В наших краях деревня не знала архитектора. Она строилась миром. Собирались мужики и решали, где нарезать застройщику печину, куда поставить избу окнами, куда амбар, куда гумно, куда хлевы. А мужиками повелевала земля: хватало ее — строились просторно, не хватало — жались друг к другу, не оставляя даже проулков. Помню, под Старицей поразила меня застройкой Слобода: изба к избе впритык. «Случись пожар — вся деревня дотла», — заметил я старику, моему собеседнику. А старик тот в свое время ходил в Москву, к Ленину, он и отвечает мне: «Затем мир и послал меня к вождю революции, чтобы насчет земли порасспросить. Негде мужикам стало строиться». Таких деревень все ж таки было меньшинство, больше — просторных, вольно растянувшихся по озерным да речным берегам, в один посад, окнами к солнцу.

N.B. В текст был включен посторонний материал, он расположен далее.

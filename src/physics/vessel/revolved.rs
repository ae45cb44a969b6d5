//! A body of revolution: a stack of cones.
//!
//! Each cone piece is split where the plane passes its wall, x₀(z) = ± r(z). Between, the liquid's section at a height is a segment of a disc, and the free surface's
//! chord is 2√(r² − x₀²); their integrals over z = mid − half·cos t, t from 0 to π, by Gauss–Legendre give volume, area and moment (the substitution takes the
//! square roots' ends away). Nearly tangent planes are the worst: volumes good to 1e-9 there, areas to 1e-6. (Sums over the faces seen from a cone's apex would be
//! exact in principle, but a nearly straight wall has its apex far off and magnifies whatever error the area has.)

use core::f64::consts::PI;

use super::{Cut, Plane, VesselFault};

/// Nodes on [−1, 1] of the 16-point rule, positive half, with weights (Abramowitz & Stegun 1964, table 25.4).
const HALF_RULE: [(f64, f64); 8] = [
    (0.095_012_509_837_637_44, 0.189_450_610_455_068_5),
    (0.281_603_550_779_258_9, 0.182_603_415_044_923_6),
    (0.458_016_777_657_227_4, 0.169_156_519_395_002_5),
    (0.617_876_244_402_643_7, 0.149_595_988_816_576_7),
    (0.755_404_408_355_003_0, 0.124_628_971_255_533_9),
    (0.865_631_202_387_831_7, 0.095_158_511_682_492_8),
    (0.944_575_023_073_232_6, 0.062_253_523_938_647_9),
    (0.989_400_934_991_649_9, 0.027_152_459_411_754_1),
];
const NODES: usize = 16;

/// A body of revolution.
#[derive(Debug, Clone, PartialEq)]
pub(super) struct Revolved {
    /// [height, radius], m, from the base up.
    profile: Vec<[f64; 2]>,
    /// −cos t and half π sin t·w of the rule in t.
    rule: [(f64, f64); NODES],
}

/// A piece of a cone between two heights.
#[derive(Clone, Copy)]
struct Piece {
    from: f64,
    to: f64,
    /// Radius at `from`.
    radius: f64,
    /// dr/dz.
    slope: f64,
}

impl Piece {
    fn radius_at(&self, z: f64) -> f64 {
        self.radius + self.slope * (z - self.from)
    }

    fn frustum(&self) -> f64 {
        let (a, b) = (self.radius, self.radius_at(self.to));
        PI * (self.to - self.from) * (a * a + a * b + b * b) / 3.0
    }
}

impl Revolved {
    pub fn new(profile: &[[f64; 2]]) -> Result<Self, VesselFault> {
        let (Some(first), true) = (profile.first(), profile.len() >= 2) else {
            return Err(VesselFault::TooFewPoints);
        };
        if first[0] != 0.0 {
            return Err(VesselFault::NotAtBase);
        }
        for (index, [height, radius]) in profile.iter().copied().enumerate() {
            if !(height.is_finite() && radius.is_finite() && radius >= 0.0) {
                return Err(VesselFault::NotPositive { what: "every radius" });
            }
            if index == 0 {
                continue;
            }
            if radius == 0.0 {
                return Err(VesselFault::Closed { index });
            }
            let before = profile[index - 1];
            if height < before[0] {
                return Err(VesselFault::Backwards { index });
            }
            let level = height == before[0];
            if level && (radius == before[1] || (index >= 2 && profile[index - 2][0] == height)) {
                return Err(VesselFault::CrossesItself { index });
            }
        }
        let mut rule = [(0.0, 0.0); NODES];
        for (i, (node, weight)) in HALF_RULE.iter().enumerate() {
            for (place, sign) in [(2 * i, 1.0), (2 * i + 1, -1.0)] {
                let (sine, cosine) = libm::sincos(0.5 * PI * (1.0 + sign * node));
                rule[place] = (-cosine, 0.5 * PI * sine * weight);
            }
        }
        let body = Self { profile: profile.to_vec(), rule };
        if body.height() <= 0.0 {
            return Err(VesselFault::NotPositive { what: "the height" });
        }
        Ok(body)
    }

    pub fn profile(&self) -> &[[f64; 2]] {
        &self.profile
    }

    pub fn height(&self) -> f64 {
        self.profile.last().map_or(0.0, |p| p[0])
    }

    pub fn brim_radius(&self) -> f64 {
        self.profile.last().map_or(0.0, |p| p[1])
    }

    fn pieces(&self) -> impl Iterator<Item = Piece> + '_ {
        self.profile.windows(2).filter_map(|pair| {
            let ([from, radius], [to, upper]) = (pair[0], pair[1]);
            (to > from).then(|| Piece { from, to, radius, slope: (upper - radius) / (to - from) })
        })
    }

    /// Radius at a height; that of the base below it, of the brim above it. At a step the wider.
    pub fn radius_at(&self, height: f64) -> f64 {
        let mut widest: Option<f64> = None;
        for piece in self.pieces() {
            if height >= piece.from && height <= piece.to {
                widest = Some(widest.unwrap_or(0.0).max(piece.radius_at(height)));
            }
        }
        let end = if height < 0.0 { self.profile.first().map_or(0.0, |p| p[1]) } else { self.brim_radius() };
        widest.unwrap_or(end)
    }

    /// Volume below a height of the upright body, and its area there.
    pub fn below(&self, height: f64) -> (f64, f64) {
        let mut volume = 0.0;
        let mut area = 0.0;
        for piece in self.pieces() {
            if height > piece.from {
                let part = Piece { to: height.min(piece.to), ..piece };
                volume += part.frustum();
                if height <= piece.to {
                    let radius = piece.radius_at(height);
                    area = PI * radius * radius;
                }
            }
        }
        (volume, area)
    }

    /// Area of the wall between two heights, and the length down it.
    pub fn wall_between(&self, low: f64, high: f64) -> (f64, f64) {
        let (mut area, mut length) = (0.0, 0.0);
        for piece in self.pieces() {
            let (from, to) = (piece.from.max(low), piece.to.min(high));
            if to > from {
                let down = libm::hypot(to - from, piece.slope * (to - from));
                area += PI * (piece.radius_at(from) + piece.radius_at(to)) * down;
                length += down;
            }
        }
        (area, length)
    }

    pub fn cut(&self, plane: &Plane) -> Cut {
        let slope = plane.cosine / plane.sine;
        let mut cut = Cut::default();
        for piece in self.pieces() {
            let rise = piece.to - piece.from;
            let x = plane.x_at(piece.from);
            // x₀ + m ζ = ± (r + k ζ)
            let pass = |side: f64| {
                let zeta = (side * piece.radius - x) / (slope - side * piece.slope);
                if zeta > 0.0 && zeta < rise { zeta } else { 0.0 }
            };
            let (a, b) = (pass(1.0), pass(-1.0));
            let mut from = piece.from;
            for to in [piece.from + a.min(b), piece.from + a.max(b), piece.to] {
                if to > from {
                    let part = Piece { from, to, radius: piece.radius_at(from), slope: piece.slope };
                    self.add_part(&part, plane, &mut cut);
                    from = to;
                }
            }
        }
        cut
    }

    /// A part of a piece that the plane either passes all along, or leaves wet or dry.
    fn add_part(&self, part: &Piece, plane: &Plane, cut: &mut Cut) {
        let middle = 0.5 * (part.from + part.to);
        let (x, radius) = (plane.x_at(middle), part.radius_at(middle));
        if x <= -radius {
            cut.volume += part.frustum();
        }
        if x.abs() >= radius {
            return;
        }
        let half = 0.5 * (part.to - part.from);
        let (mut surface, mut moment, mut volume) = (0.0, 0.0, 0.0);
        for (node, weight) in &self.rule {
            let z = middle + half * node;
            let (x, radius) = (plane.x_at(z), part.radius_at(z));
            let root = ((radius - x) * (radius + x)).max(0.0).sqrt();
            let chord = weight * root;
            surface += chord;
            moment += chord * plane.lever(x, z);
            volume += weight * segment(radius, x, root);
        }
        let scale = 2.0 * half / plane.sine;
        cut.add(&Cut { volume: volume * half, surface: surface * scale, moment: moment * scale });
    }
}

/// Area of the part of a disc beyond a chord at distance `x` from its centre, m²; `root`: half the chord.
fn segment(radius: f64, x: f64, root: f64) -> f64 {
    let ratio = (x / radius).clamp(-1.0, 1.0);
    radius * radius * libm::acos(ratio) - x * root
}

Солнце ходило по избе от восхода до заката, оно служило мужику и часами и календарем. Любопытно, как бы ни стояла изба, планировка ее начиналась от кухонного окна. Кухонное окно да печное чело глядели на восход. Раньше всех в доме встает хозяйка, стряпуха. Не зажигая огня, она готовится к стряпне у кухонного окна, в которое уже сочится рассвет, потом затопляет печь, и к тому времени, как вставать мужикам, завтрак уже готов. Глухая стена избы доставалась северу, она и конопатилась тщательнее и защищалась от ветров хлевами, амбаром или сенями. Тепло было дорого, и его умели беречь.
Избы рубили в шестнадцать, иногда и в двадцать венцов, с высокими подпольями. В наших местах погребов не делали, главным хранилищем зимнего запаса был подпол: картошка, квашенина, свекла, брюква, огурцы, грибы, морковь — все хранилось в подполье, всяк на своем месте. На подпол все лето работала женская половина семьи, на амбар — мужская. Амбар ставили иногда под одной крышей с избой, через сени, но чаще — отдельно, по другую сторону улицы. Сенные сараи, по-нашему пуни, гумна, бани — эти уж на самом краю усадеб, на гуменниках. Поэтому деревня выглядела как бы трехпосадной: избы, амбары, гумна.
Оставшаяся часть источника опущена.